Holocaust survivor has dedicated his career to serving others
John Rosenberg likes to tell people we’re in a country where the rule of law means something, where no one is above the law.
“Lawyers make a difference,” he says. “We have demonstrated in our work that we can have a great impact and make our society a better one.”
That message carries immense weight coming from a Holocaust survivor who immigrated to the United States as a child and turned his persecution into a passion for public service.
As a civil rights attorney with the Department of Justice, he fought discrimination and segregation in the South during the 1960s. Later, as the founder and director of the Appalachian Research and Defense Fund, also known as AppalReD, in Prestonsburg, Kentucky, he provided people living in poverty with free legal aid for more than 30 years.
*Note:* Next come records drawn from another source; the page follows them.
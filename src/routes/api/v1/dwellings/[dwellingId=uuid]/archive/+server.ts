import { json } from '@sveltejs/kit';
import { requireRole } from '$lib/server/guard';
import { setDwellingArchived, WRITE_ROLES } from '$lib/server/dwellings';
import { answer, readJson } from '$lib/server/http';
import { ValidationError } from '$lib/server/errors';
import { archiveSchema } from '$lib/dwellings/schema';

/** Archive or restore: body `{ archived: boolean, version }`. */
export const POST = (event) =>
	answer(async () => {
		const member = requireRole(event, ...WRITE_ROLES);
		const body = archiveSchema.safeParse(await readJson(event.request));
		if (!body.success) {
			throw new ValidationError(
				body.error.issues.map((i) => ({ path: i.path.join('.') || '(body)', message: i.message }))
			);
		}
		return json(
			await setDwellingArchived(member, event.params.dwellingId, body.data.archived, body.data.version)
		);
	});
Rosenberg, who is now 88, didn’t stop there. He co-founded the Appalachian Citizens’ Law Center, a nonprofit law firm that represents coalminers and their families. He became of counsel to local firm Pillersdorf, DeRossett & Lane, where he is connecting hundreds of eastern Kentuckians who lost their disability benefits with attorneys.
He has also had leadership roles with the ABA Standing Committee on Pro Bono and Public Service and the Standing Committee on Legal Aid and Indigent Defendants, as well as with the Kentucky Bar Association and the Kentucky Public Advocacy Commission. He has also served on a task force, a commission and a judicial ethics committee for the Kentucky Supreme Court.
Former Kentucky Public Advocate Ed Monahan, who served on the board of directors for AppalReD, describes Rosenberg as possessing a “fierce, indefatigable love of neighbor.”
“As I think about him and where he came from in Germany, what he has been through, what he has chosen to do and how he conducts himself, I see him as a minister of hope and justice,” Monahan says. “He is always fighting. He is always hopeful.”
Coming to America
Rosenberg was born in Magdeburg, Germany, a city about 100 miles from Berlin. His family lived next to the synagogue where his father taught Jewish students after they were no longer allowed to attend public schools.
On Nov. 9, 1938—known as Kristallnacht, or Night of Broken Glass—Nazi soldiers forced his family out of their home and into the courtyard. The soldiers took religious scrolls and books from the synagogue and burned them. Then they blew up the synagogue.